3. IUPAC knowledge activation: Changing representation to awaken chemical knowledge already present in pre-training corpora.
Models encounter vast chemical content during general pre-training, but this knowledge often appears as IUPAC names (e.g., "2-methylbutane") rather than SMILES strings. Training solely on SMILES is akin to asking questions in an unfamiliar dialect. Ours constructs 300K image→IUPAC conversion samples to trigger the model's inherent chemical common sense using familiar representations.
The effect is direct: adding IUPAC data increased the retention rate of reverse engineering data from 78% to 92%. This reveals that the utilization of pre-trained knowledge often depends on whether the representation aligns with the pre-training distribution.
Loss & Training¶
The RL stage uses DAPO (Decoupled Clip and Dynamic Sampling Policy Optimization) with binary rewards (accuracy + format). The SFT model filters 100K medium-difficulty samples for training.
Key Experimental Results¶
Main Results¶
| Model | MMChemOCR Avg Sim. | MMChemOCR [email protected] | img2smiles [email protected] | ChemRxn-V Pred |
|---|---|---|---|---|
| ChemVLR-8B | 93.8 | 84.6 | 92.7 | 67.8 |
| TinyChemVL | 91.2 | 77.4 | 75.6 | 52.4 |
| Gemini-3-Flash | 77.6 | 61.2 | 63.8 | 51.7 |
| ChemDFM-X | 70.9 | 36.5 | 77.6 | 0.7 |
Ablation Study¶
| Configuration | Effect | Description |
|---|---|---|
| SFT only | Baseline | Lacks chemo-visual understanding |
| CPT + SFT | Gain | Visual alignment improves perception |
| CPT + SFT + RL | Optimal | RL improves performance by 9% on average |
| RL only | Ineffective | Lacks domain foundation for effective optimization |
Key Findings¶
- ChemVLR is the first VLM to match the precision of specialized SMILES OCR models like Decimer.
- RL training exhibits an "Aha moment"—rewards rise sharply between 200-400 steps.
- IUPAC data acts as a critical catalyst, significantly activating pre-trained knowledge.
Highlights & Insights¶
- The reverse engineering data generation strategy is highly practical—deducing reasoning from answers with multi-stage verification is applicable to other data-scarce professional fields.
- The discovery of IUPAC knowledge activation is insightful—the utilization of pre-trained knowledge depends on the training data's representation matching the pre-training distribution.
- The RL "Aha moment" confirms the effectiveness of RLVR for reasoning enhancement in specialized domains.
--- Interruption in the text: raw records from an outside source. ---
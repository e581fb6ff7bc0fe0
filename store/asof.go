package store

import (
	"context"
	"time"

	"github.com/jackc/pgx/v5"

	"github.com/rotorwright/rotorwright/fleet"
)

// The reads behind readiness as of a past moment: what was fitted, held,
// open and done then, judged with every record known now.

// HoldSpan is a hold in force over [From, To); To is nil while it lasts.
type HoldSpan struct {
	From   time.Time
	To     *time.Time
	Reason string
}

// Holds returns the airframe's holds, oldest first. A hold takes effect when
// it is recorded (it cannot be back-dated), so the audit log's record of the
// airframe is its hold history: each change of hold_reason opens or closes
// a span at the moment it was written.
func (db *DB) Holds(ctx context.Context, airframeID string) ([]HoldSpan, error) {
	rows, err := db.pool.Query(ctx, `
		SELECT at, after->>'hold_reason' FROM audit_log
		WHERE entity = 'airframe' AND entity_id = $1 AND after IS NOT NULL ORDER BY id`, airframeID)
	if err != nil {
		return nil, translate(err)
	}
	type change struct {
		at     time.Time
		reason *string
	}
	changes, err := collect(rows, func(r pgx.Row) (change, error) {
		var c change
		return c, r.Scan(&c.at, &c.reason)
	})
	if err != nil {
		return nil, err
	}
	var out []HoldSpan
	var open *HoldSpan
	for _, c := range changes {
		if open != nil && (c.reason == nil || *c.reason != open.Reason) {
			to := c.at
			open.To = &to
			out = append(out, *open)
			open = nil
		}
		if open == nil && c.reason != nil {
			open = &HoldSpan{From: c.at, Reason: *c.reason}
		}
	}
	if open != nil {
		out = append(out, *open)
	}
	return out, nil
}

// StatusSpan is a part status in force from a moment on. Unretire marks a
// recorded change from retired to another status.
type StatusSpan struct {
	From     time.Time
	Status   string
	Unretire bool
}

// PartStatuses returns each part's recorded status changes, oldest first:
// the statuses written to the part (audit log: its creation and each change
// of status) and the retirements by work record at the record's own time
// (which may be earlier than its entry, even than the part's registration).
// Fitted and stock read alike: only quarantine and retirement matter to
// readiness.
func (db *DB) PartStatuses(ctx context.Context, ids []string) (map[string][]StatusSpan, error) {
	rows, err := db.pool.Query(ctx, `
		SELECT entity_id, at, after->>'status', coalesce(before->>'status' = 'retired' AND after->>'status' <> 'retired', false)
		FROM audit_log
		WHERE entity = 'part' AND entity_id = ANY($1::text[]) AND after IS NOT NULL
		  AND (before IS NULL OR before->>'status' IS DISTINCT FROM after->>'status')
		UNION ALL
		SELECT w.part_id::text, w.at, 'retired', false FROM work_records w
		WHERE w.action = 'retire' AND w.part_id::text = ANY($1::text[])
		  AND NOT EXISTS (SELECT 1 FROM work_records c WHERE c.corrects_id = w.id)
		ORDER BY 1, 2`, ids)
	if err != nil {
		return nil, translate(err)
	}
	defer rows.Close()
	out := map[string][]StatusSpan{}
	for rows.Next() {
		var id string
		var s StatusSpan
		if err := rows.Scan(&id, &s.From, &s.Status, &s.Unretire); err != nil {
			return nil, translate(err)
		}
		if s.Status == fleet.PartFitted {
			s.Status = fleet.PartStock
		}
		out[id] = append(out[id], s)
	}
	return out, translate(rows.Err())
}

// StatusAt is the status in force at the moment at ("stock" before any). A
// retirement holds until a change from retired is recorded: a registration
// entered after a back-dated retirement does not undo it.
func StatusAt(spans []StatusSpan, at time.Time) string {
	st := fleet.PartStock
	for _, s := range spans {
		if s.From.After(at) {
			break
		}
		if st != fleet.PartRetired || s.Unretire {
			st = s.Status
		}
	}
	return st
}

// FitSpan is one stay of a part on the airframe, with what judging needs
// about the part.
type FitSpan struct {
	PartID      string
	Kind        fleet.PartKind
	Serial      string
	PartNumber  *string
	Rotation    fleet.Rotation
	Position    string
	From        time.Time
	To          *time.Time
	FirstFitted time.Time // the part's first fit anywhere (a rule never done counts from it)
}

// On reports whether the part was on board at the moment at.
func (f FitSpan) On(at time.Time) bool {
	return !at.Before(f.From) && (f.To == nil || at.Before(*f.To))
}

// FitsDuring returns the airframe's fits that overlap [from, to].
func (db *DB) FitsDuring(ctx context.Context, airframeID string, from, to time.Time) ([]FitSpan, error) {
	rows, err := db.pool.Query(ctx, `
		SELECT f.part_id, f.kind, p.serial, nullif(p.part_number, ''), coalesce(p.specs->>'rotation', ''),
			f.position, lower(f.during), upper(f.during),
			(SELECT min(lower(x.during)) FROM fits x WHERE x.part_id = f.part_id)
		FROM fits f JOIN parts p ON p.id = f.part_id
		WHERE f.airframe_id = $1 AND f.during && tstzrange($2, $3, '[]')
		ORDER BY f.kind, f.position, lower(f.during)`, airframeID, from, to)
	if err != nil {
		return nil, translate(err)
	}
	return collect(rows, func(r pgx.Row) (FitSpan, error) {
		var f FitSpan
		return f, r.Scan(&f.PartID, &f.Kind, &f.Serial, &f.PartNumber, &f.Rotation, &f.Position, &f.From, &f.To, &f.FirstFitted)
	})
}

// AirframeEvents returns the airframe's events of the kinds that took place
// before the moment before, resolved or not, oldest first.
func (db *DB) AirframeEvents(ctx context.Context, airframeID string, kinds []string, before time.Time) ([]*fleet.Event, error) {
	rows, err := db.pool.Query(ctx, `
		SELECT `+eventCols+` FROM events
		WHERE airframe_id = $1 AND kind = ANY($2) AND at < $3 ORDER BY at`, airframeID, kinds, before)
	if err != nil {
		return nil, translate(err)
	}
	return collect(rows, scanEvent)
}

// OpenAt reports whether an event was open at the moment at: it had
// happened and was not yet resolved.
func OpenAt(e *fleet.Event, at time.Time) bool {
	return e.At.Before(at) && (e.ResolvedAt == nil || e.ResolvedAt.After(at))
}

// AirframeSubject is the airframe as the subject of airframe rules; a rule
// never done counts from its first flight (else from its registration).
func (db *DB) AirframeSubject(ctx context.Context, a *fleet.Airframe) (Subject, error) {
	s := Subject{Kind: "airframe", ID: a.ID, Name: a.Code, AirframeID: &a.ID}
	err := db.pool.QueryRow(ctx, `
		SELECT coalesce((SELECT min(takeoff_at) FROM flights WHERE airframe_id = $1), $2)`, a.ID, a.CreatedAt).Scan(&s.Start)
	return s, translate(err)
}

// PackSubjects returns the packs as subjects of pack rules, in the order
// given; a rule never done counts from the pack's first flight (else from
// its registration). Unknown ids are left out.
func (db *DB) PackSubjects(ctx context.Context, ids []string) ([]Subject, error) {
	rows, err := db.pool.Query(ctx, `
		SELECT 'part', p.id, p.serial, NULL::uuid, nullif(p.part_number, ''), NULL::text,
			coalesce((SELECT min(lower(airborne)) FROM flight_packs WHERE part_id = p.id), p.created_at)
		FROM unnest($1::uuid[]) WITH ORDINALITY AS g(id, n) JOIN parts p ON p.id = g.id AND p.kind = 'pack'
		ORDER BY g.n`, ids)
	if err != nil {
		return nil, translate(err)
	}
	return collect(rows, func(row pgx.Row) (Subject, error) {
		var s Subject
		return s, row.Scan(&s.Kind, &s.ID, &s.Name, &s.AirframeID, &s.PartNumber, &s.Position, &s.Start)
	})
}
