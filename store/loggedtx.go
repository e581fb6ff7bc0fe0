package store

import (
	"context"

	"github.com/jackc/pgx/v5"
)

// LoggedFlightTx writes a logged flight in one transaction, as
// CreateLoggedFlight does, but begun before the analysis is done: the stored
// log, by far the largest write (megabytes of TOAST chunks), goes in while
// the analysis runs (StoreLog) rather than after it, and Finish writes the
// rest. The flight's id is chosen up front and the log row's reference to
// it checked at the commit (migration 025 makes that constraint deferrable;
// other writers keep it immediate).
//
// Such a transaction holds a pool connection while the ingest reads through
// others (the facts, the take-off verdict), so it must not hold anything
// another transaction could wait for with its own connection meanwhile: it
// takes the airframe's upload lock only in Finish (as CreateLoggedFlight
// does, so uploads of one airframe are still serialised and one log makes
// one flight), and at most half the pool's connections are held so
// (DB.early); when they are, BeginLoggedFlight begins nothing and the
// ingest writes the flight at the end (CreateLoggedFlight), as before.
type LoggedFlightTx struct {
	db    *DB
	tx    pgx.Tx
	audit *[][]any
	id    string
	// Existing is the flight already recorded from this log for the
	// airframe; the transaction is then over, with nothing to write.
	Existing string

	logDone chan struct{} // closed when StoreLog's insert has ended
	logErr  error
	rawGz   []byte
	closed  bool
}

// BeginLoggedFlight begins the transaction of a new flight of airframeID from
// the log whose text has SHA-256 sha, and looks for the flight already
// recorded from the same log (Existing; Finish looks again under the lock).
// It returns nil, and no error, when the early transactions already hold
// their share of the pool: write with CreateLoggedFlight then.
func (db *DB) BeginLoggedFlight(ctx context.Context, airframeID, sha string) (*LoggedFlightTx, error) {
	select {
	case db.early <- struct{}{}:
	default:
		return nil, nil
	}
	tx, err := db.pool.Begin(ctx)
	if err != nil {
		<-db.early
		return nil, translate(err)
	}
	rows := [][]any{}
	w := &LoggedFlightTx{db: db, tx: tx, audit: &rows, id: newID()}
	pendingAudit.Store(tx, &rows)
	b := &pgx.Batch{}
	b.Queue(`SET CONSTRAINTS flight_logs_flight_id_fkey DEFERRED`)
	b.Queue(flightByLogSQL, airframeID, sha).QueryRow(w.scanExisting)
	if err := tx.SendBatch(ctx, b).Close(); err != nil {
		w.Close()
		return nil, translate(err)
	}
	if w.Existing != "" {
		w.Close()
	}
	return w, nil
}

// StoreLog inserts the log's row (lf's log fields, of the text with SHA-256
// sha, for analysis version) on another goroutine; raw gives the stored
// bytes, waiting for them if need be (the compression runs beside the
// parse). Nothing else may use the transaction until Finish or Close, which
// wait for it.
func (w *LoggedFlightTx) StoreLog(ctx context.Context, lf LoggedFlight, sha string, version int, raw func() ([]byte, error)) {
	w.logDone = make(chan struct{})
	go func() {
		defer close(w.logDone)
		if lf.RawGz, w.logErr = raw(); w.logErr != nil {
			return
		}
		w.rawGz = lf.RawGz
		lf.fillEmpty()
		w.logErr = insertFlightLog(ctx, w.tx, w.id, sha, version, &lf)
	}()
}

// Finish writes the flight, packs, figures, motor runs and events and
// commits, with the log StoreLog wrote (lf.RawGz is set from it). A
// transaction that hits a serialization failure or deadlock is rolled back
// and the whole flight written again by CreateLoggedFlight (which retries);
// an upload of the same log that got in first answers with its flight
// (created false), as CreateLoggedFlight does.
func (w *LoggedFlightTx) Finish(ctx context.Context, lf *LoggedFlight) (id string, created bool, err error) {
	w.waitLog()
	if w.rawGz != nil {
		lf.RawGz = w.rawGz
	}
	f := lf.Flight
	if err := f.Validate(); err != nil {
		w.Close()
		return "", false, err
	}
	if err := checkFlightTimes(f, w.db.now()); err != nil {
		w.Close()
		return "", false, err
	}
	err = w.logErr
	if err == nil {
		err = w.finish(ctx, lf)
	}
	w.Close()
	switch {
	case err == nil && w.Existing != "":
		return w.Existing, false, nil
	case err == nil:
		return w.id, true, nil
	case retryable(err) && lf.RawGz != nil:
		return w.db.CreateLoggedFlight(ctx, lf)
	}
	err = translate(err)
	if existing, ok := w.db.recordedBefore(ctx, f, err); ok {
		return existing, false, nil
	}
	return "", false, err
}

// scanExisting reads the flight already recorded from the log, if any.
func (w *LoggedFlightTx) scanExisting(r pgx.Row) error {
	if err := r.Scan(&w.Existing); err != nil && err != pgx.ErrNoRows {
		return err
	}
	return nil
}

func (w *LoggedFlightTx) finish(ctx context.Context, lf *LoggedFlight) error {
	f := lf.Flight
	b := &pgx.Batch{}
	b.Queue(uploadLockSQL, "ingest:"+f.AirframeID)
	b.Queue(flightByLogSQL, f.AirframeID, f.LogSHA256).QueryRow(w.scanExisting)
	if err := w.tx.SendBatch(ctx, b).Close(); err != nil || w.Existing != "" {
		return err // a flight from the same log got in first: nothing to write
	}
	if _, err := insertFlight(ctx, w.tx, f, w.id); err != nil {
		return err
	}
	if err := writeAnalysis(ctx, w.tx, w.id, f.AirframeID, lf.Analysis); err != nil {
		return err
	}
	pendingAudit.Delete(w.tx)
	return commitWithAudit(ctx, w.tx, *w.audit)
}

func (w *LoggedFlightTx) waitLog() {
	if w.logDone != nil {
		<-w.logDone
	}
}

// Close rolls the transaction back unless it was committed (harmless after
// Finish or twice), once StoreLog's insert has ended.
func (w *LoggedFlightTx) Close() {
	w.waitLog()
	if w.closed {
		return
	}
	w.closed = true
	pendingAudit.Delete(w.tx)
	// Rollback after a commit is a no-op (pgx.ErrTxClosed).
	w.tx.Rollback(context.Background())
	<-w.db.early
}
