package store

import (
	"context"
	"encoding/json"
	"slices"
	"time"

	"github.com/jackc/pgx/v5"

	"github.com/rotorwright/rotorwright/fleet"
)

// ReadinessNow is everything a readiness answer at a moment reads that the
// store can give in one round trip: the airframe's facts, the active
// notices, the discrepancies open then and the named packs' facts. Its due
// items (the airframe's and each pack's) are the ones a readiness answer
// weighs, the service rules' items overdue or due soon, with what it says
// of them (readinessDueSQL); the rest of the list is not read. Scanning
// every item of the airframe whole was an eighth of its CPU.
type ReadinessNow struct {
	*ReadinessFacts
	Notices       []*fleet.Notice
	Discrepancies []OpenDiscrepancy
	Packs         map[string]*PackNow // by the id asked for; absent: not in the register
}

// PackNow is what readiness reads about one named part.
type PackNow struct {
	Part    *fleet.Part
	Health  json.RawMessage // nil: no health view stored
	Swollen bool            // an open pack_swelling event
	Due     []*fleet.DueItem
}

// ReadinessBatch queues the statements of ReadinessNow ($1 airframe, $2
// moment, then four per pack). Exported so a benchmark can send the very
// same SQL directly as its floor.
func ReadinessBatch(airframeID string, at time.Time, packIDs []string) *pgx.Batch {
	b := &pgx.Batch{}
	b.Queue(`SELECT `+airframeCols+` FROM airframes WHERE id = $1`, airframeID)
	b.Queue(`SELECT name, builtin, positions FROM layouts WHERE name = (SELECT layout FROM airframes WHERE id = $1)`, airframeID)
	b.Queue(rotorsAtSQL+` AND f.airframe_id = $2 ORDER BY f.kind, f.position`, at, airframeID)
	b.Queue(groundingEventsSQL+` AND airframe_id = $1 ORDER BY at`, airframeID)
	b.Queue(readinessDueSQL+`d.airframe_id = $1 ORDER BY `+dueUrgency, airframeID)
	b.Queue(`SELECT ` + noticeCols + ` FROM notices WHERE withdrawn_at IS NULL ORDER BY id`)
	b.Queue(openDiscrepanciesSQL, airframeID, at)
	for _, id := range packIDs {
		b.Queue(`SELECT `+partCols+` FROM parts WHERE id = $1`, id)
		b.Queue(`SELECT view FROM part_health WHERE part_id = $1`, id)
		b.Queue(`SELECT EXISTS (SELECT 1 FROM events WHERE part_id = $1 AND kind = 'pack_swelling' AND resolved_at IS NULL)`, id)
		b.Queue(readinessDueSQL+`d.subject_id = $1 ORDER BY `+dueUrgency, id)
	}
	return b
}

// readinessDueSQL reads the due items readiness weighs (a service rule's,
// overdue or due soon; a notice's are judged as of the moment from the
// notices themselves) with the fields it reads of them; the statement goes
// on with the subject's condition and the list's order.
const readinessDueSQL = `SELECT r.name, coalesce(a.code, p.serial, ''), d.status, d.grounding, d.reason
	FROM due_items d ` + dueItemJoins + `
	WHERE d.rule_id IS NOT NULL AND d.status IN ('overdue', 'due_soon') AND `

// scanReadinessDue scans a row of readinessDueSQL.
func scanReadinessDue(r pgx.Row) (*fleet.DueItem, error) {
	var d fleet.DueItem
	err := r.Scan(&d.RuleName, &d.Subject, &d.Status, &d.Grounding, &d.Reason)
	return &d, err
}

// ReadinessNow reads the facts of a readiness answer at the moment at with
// the packs named, pipelined in one round trip (the statements of
// ReadinessFacts, ActiveNotices, OpenDiscrepancies and per pack Part,
// PartHealth, its open swelling events and DueItems).
func (db *DB) ReadinessNow(ctx context.Context, airframeID string, at time.Time, packIDs []string) (*ReadinessNow, error) {
	br := db.pool.SendBatch(ctx, ReadinessBatch(airframeID, at, packIDs))
	defer br.Close()
	a, err := scanAirframe(br.QueryRow())
	if err != nil {
		return nil, translateNotFound(err, "airframe")
	}
	l, err := scanLayout(br.QueryRow())
	if err != nil {
		return nil, translateNotFound(err, "layout")
	}
	rf := &ReadinessFacts{Airframe: a, Layout: l}
	out := &ReadinessNow{ReadinessFacts: rf, Packs: map[string]*PackNow{}}
	rows, err := br.Query()
	if err != nil {
		return nil, translate(err)
	}
	if err := eachRotor(rows, func(_ string, fr FittedRotor) { rf.Rotors = append(rf.Rotors, fr) }); err != nil {
		return nil, err
	}
	rf.Empty = emptyRotorPlaces(l, rf.Rotors)
	if rf.Events, err = collectBatch(br, scanEvent); err != nil {
		return nil, err
	}
	if rf.Due, err = collectBatch(br, scanReadinessDue); err != nil {
		return nil, err
	}
	if out.Notices, err = collectBatch(br, scanNotice); err != nil {
		return nil, err
	}
	if out.Discrepancies, err = collectBatch(br, scanOpenDiscrepancy); err != nil {
		return nil, err
	}
	for _, id := range packIDs {
		pk, err := scanPart(br.QueryRow())
		found := err == nil
		if err != nil && err != pgx.ErrNoRows {
			return nil, translate(err)
		}
		pn := &PackNow{Part: pk}
		if err := br.QueryRow().Scan(&pn.Health); err != nil && err != pgx.ErrNoRows {
			return nil, translate(err)
		}
		if err := br.QueryRow().Scan(&pn.Swollen); err != nil {
			return nil, translate(err)
		}
		if pn.Due, err = collectBatch(br, scanReadinessDue); err != nil {
			return nil, err
		}
		if found {
			out.Packs[id] = pn
		}
	}
	return out, nil
}

func collectBatch[T any](br pgx.BatchResults, scan func(pgx.Row) (T, error)) ([]T, error) {
	rows, err := br.Query()
	if err != nil {
		return nil, translate(err)
	}
	return collect(rows, scan)
}

func scanLayout(row pgx.Row) (*fleet.Layout, error) {
	var l fleet.Layout
	var raw []byte
	if err := row.Scan(&l.Name, &l.Builtin, &raw); err != nil {
		return nil, err
	}
	parsed, err := parseLayout(raw)
	if err != nil {
		return nil, err
	}
	l.Positions = slices.Clone(parsed.positions)
	return &l, nil
}
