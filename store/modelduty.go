package store

import (
	"context"
	"errors"
	"time"

	"github.com/jackc/pgx/v5"
)

// StoredModelDuty returns a motor model's reference duty as SaveModelDuty
// last stored it, when that was at or after notBefore (found false
// otherwise); ok is false when what was stored is that the model had none.
func (db *DB) StoredModelDuty(ctx context.Context, partNumber string, notBefore time.Time) (rpm, thrustN float64, ok, found bool, err error) {
	var r, t *float64
	err = db.pool.QueryRow(ctx, `SELECT rpm, thrust_n FROM model_duty WHERE part_number = $1 AND computed_at >= $2`,
		partNumber, notBefore).Scan(&r, &t)
	if errors.Is(err, pgx.ErrNoRows) {
		return 0, 0, false, false, nil
	}
	if err != nil {
		return 0, 0, false, false, translate(err)
	}
	if r == nil || t == nil {
		return 0, 0, false, true, nil
	}
	return *r, *t, true, true, nil
}

// SaveModelDuty stores a motor model's reference duty (ModelDuty) as
// computed at the moment at; ok false stores that it had none.
func (db *DB) SaveModelDuty(ctx context.Context, partNumber string, rpm, thrustN float64, ok bool, at time.Time) error {
	var r, t *float64
	if ok {
		r, t = &rpm, &thrustN
	}
	_, err := db.pool.Exec(ctx, `
		INSERT INTO model_duty (part_number, rpm, thrust_n, computed_at) VALUES ($1, $2, $3, $4)
		ON CONFLICT (part_number) DO UPDATE SET rpm = EXCLUDED.rpm, thrust_n = EXCLUDED.thrust_n,
			computed_at = EXCLUDED.computed_at`, partNumber, r, t, at)
	return translate(err)
}
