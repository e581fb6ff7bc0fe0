package store

import (
	"context"
	"encoding/json"
	"slices"
	"time"

	"github.com/jackc/pgx/v5"

	"github.com/rotorwright/rotorwright/fleet"
)

// FlightToJudge is a recorded flight whose take-off verdict is computed.
type FlightToJudge struct {
	ID         string
	AirframeID string
	TakeoffAt  time.Time
	Packs      []string
}

const judgeCols = `f.id, f.airframe_id, f.takeoff_at,
	coalesce((SELECT array_agg(fp.part_id::text ORDER BY fp.slot) FROM flight_packs fp WHERE fp.flight_id = f.id), '{}')`

func scanToJudge(r pgx.Row) (FlightToJudge, error) {
	var f FlightToJudge
	return f, r.Scan(&f.ID, &f.AirframeID, &f.TakeoffAt, &f.Packs)
}

// FlightsFrom returns the flights taking off at or after from that a record
// about the airframe or the packs may have changed the verdict of: the
// airframe's flights and the flights that carried any of the packs, in
// take-off order.
func (db *DB) FlightsFrom(ctx context.Context, airframeID string, packs []string, from time.Time) ([]FlightToJudge, error) {
	if packs == nil {
		packs = []string{}
	}
	rows, err := db.pool.Query(ctx, `
		SELECT `+judgeCols+` FROM flights f
		WHERE f.takeoff_at >= $3 AND (f.airframe_id = $1 OR EXISTS (
			SELECT 1 FROM flight_packs fp WHERE fp.flight_id = f.id AND fp.part_id = ANY($2::uuid[])))
		ORDER BY f.takeoff_at`, nilIfEmpty(airframeID), packs, from)
	if err != nil {
		return nil, translate(err)
	}
	return collect(rows, scanToJudge)
}

// PartFlightsFrom returns the flights taking off at or after from on which
// the part was fitted at take-off or flew as a pack, in take-off order.
func (db *DB) PartFlightsFrom(ctx context.Context, partID string, from time.Time) ([]FlightToJudge, error) {
	rows, err := db.pool.Query(ctx, `
		SELECT `+judgeCols+` FROM flights f
		WHERE f.takeoff_at >= $2 AND (
			EXISTS (SELECT 1 FROM flight_packs fp WHERE fp.flight_id = f.id AND fp.part_id = $1)
			OR EXISTS (SELECT 1 FROM fits x WHERE x.part_id = $1 AND x.airframe_id = f.airframe_id AND x.during @> f.takeoff_at))
		ORDER BY f.takeoff_at`, partID, from)
	if err != nil {
		return nil, translate(err)
	}
	return collect(rows, scanToJudge)
}

// UnjudgedFlights returns up to limit flights without a verdict (recorded
// before verdicts existed, or whose judgement failed), in take-off order.
func (db *DB) UnjudgedFlights(ctx context.Context, limit int) ([]FlightToJudge, error) {
	rows, err := db.pool.Query(ctx, `
		SELECT `+judgeCols+` FROM flights f WHERE f.readiness_at_takeoff IS NULL
		ORDER BY f.airframe_id, f.takeoff_at LIMIT $1`, limit)
	if err != nil {
		return nil, translate(err)
	}
	return collect(rows, scanToJudge)
}

// sameVerdict reports whether two verdicts say the same: ready or not, and
// the same blockers and warnings (by code and subject; the wording, which
// carries the figures of the moment, may differ).
func sameVerdict(a, b *fleet.Readiness) bool {
	if a == nil || b == nil {
		return a == b
	}
	keys := func(items []fleet.ReadinessItem) []string {
		out := make([]string, len(items))
		for i, it := range items {
			out[i] = it.Code + "\x00" + it.Subject
		}
		slices.Sort(out)
		return out
	}
	return a.Ready == b.Ready && slices.Equal(keys(a.Blockers), keys(b.Blockers)) && slices.Equal(keys(a.Warnings), keys(b.Warnings))
}

// SetTakeoffVerdict stores a flight's re-judged take-off verdict when it
// says something else than the stored one, with its audit row, and keeps
// the flight's one flown_not_ready event in step: opened when the flight is
// now found not ready, its detail updated while open, withdrawn (deleted,
// with its audit row) while open when the flight is now found ready. A
// resolved event, or one a person recorded, stays. It reports whether
// anything changed.
func (db *DB) SetTakeoffVerdict(ctx context.Context, flightID string, rd *fleet.Readiness) (bool, error) {
	changed := false
	err := db.inTx(ctx, func(tx pgx.Tx) error {
		f, err := scanFlight(tx.QueryRow(ctx, `SELECT `+flightCols+` FROM flights WHERE id = $1 FOR UPDATE`, flightID))
		if err != nil {
			return translateNotFound(err, "flight")
		}
		if sameVerdict(f.ReadinessAtTakeoff, rd) {
			return nil
		}
		changed = true
		b, err := json.Marshal(rd)
		if err != nil {
			return err
		}
		if _, err := tx.Exec(ctx, `UPDATE flights SET readiness_at_takeoff = $2 WHERE id = $1`, flightID, b); err != nil {
			return err
		}
		if err := audit(ctx, tx, "flight_readiness", flightID, f.ReadinessAtTakeoff, rd); err != nil {
			return err
		}
		ev, err := scanEvent(tx.QueryRow(ctx, `
			SELECT `+eventCols+` FROM events WHERE flight_id = $1 AND kind = $2 FOR UPDATE`, flightID, fleet.EventFlownNotReady))
		switch {
		case err == pgx.ErrNoRows:
			ev = nil
		case err != nil:
			return err
		}
		f.SetVerdict(rd)
		switch {
		case ev == nil && !rd.Ready:
			_, err = insertEvent(ctx, tx, flownNotReady(f, rd))
			return err
		case ev == nil || ev.ResolvedAt != nil || !ev.Detected:
			return nil // a resolved event, or one a person recorded, stays as it is
		case rd.Ready:
			if _, err := tx.Exec(ctx, `DELETE FROM events WHERE id = $1`, ev.ID); err != nil {
				return err
			}
			return audit(ctx, tx, "event", ev.ID, ev, nil)
		default:
			after, err := scanEvent(tx.QueryRow(ctx, `
				UPDATE events SET detail = $2, version = version + 1 WHERE id = $1 RETURNING `+eventCols,
				ev.ID, fleet.FlownNotReadyDetail(rd, f.OverrideReason)))
			if err != nil {
				return err
			}
			return audit(ctx, tx, "event", ev.ID, ev, after)
		}
	})
	return changed, err
}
Limitations & Future Work¶
- Training requires 16xH800 GPUs, involving high resource demands.
- The correctness of the reasoning process depends on filtering quality; logical inconsistencies may exist even if the reasoning path is superficially correct.
- Validation is limited to organic molecules/reactions; inorganic chemistry and complex mechanisms remain unexplored.
Related Work & Insights¶
- vs TinyChemVL: Both are chemistry VLMs, but TinyChemVL uses SFT only. ChemVLR enhances reasoning capabilities through RL.
- vs ChemDFM-R/Chem-R: These models enhance reasoning in the text domain; ChemVLR extends this to multimodal visual reasoning.
Rating¶
- Novelty: ⭐⭐⭐⭐ First chemistry reasoning VLM; novel reverse engineering data strategy.
- Experimental Thoroughness: ⭐⭐⭐⭐⭐ Multiple benchmarks, baselines, and detailed ablations.
- Writing Quality: ⭐⭐⭐⭐ Clear description of data construction and training workflows.
- Value: ⭐⭐⭐⭐ Significant contribution to Chemistry AI and scientific reasoning.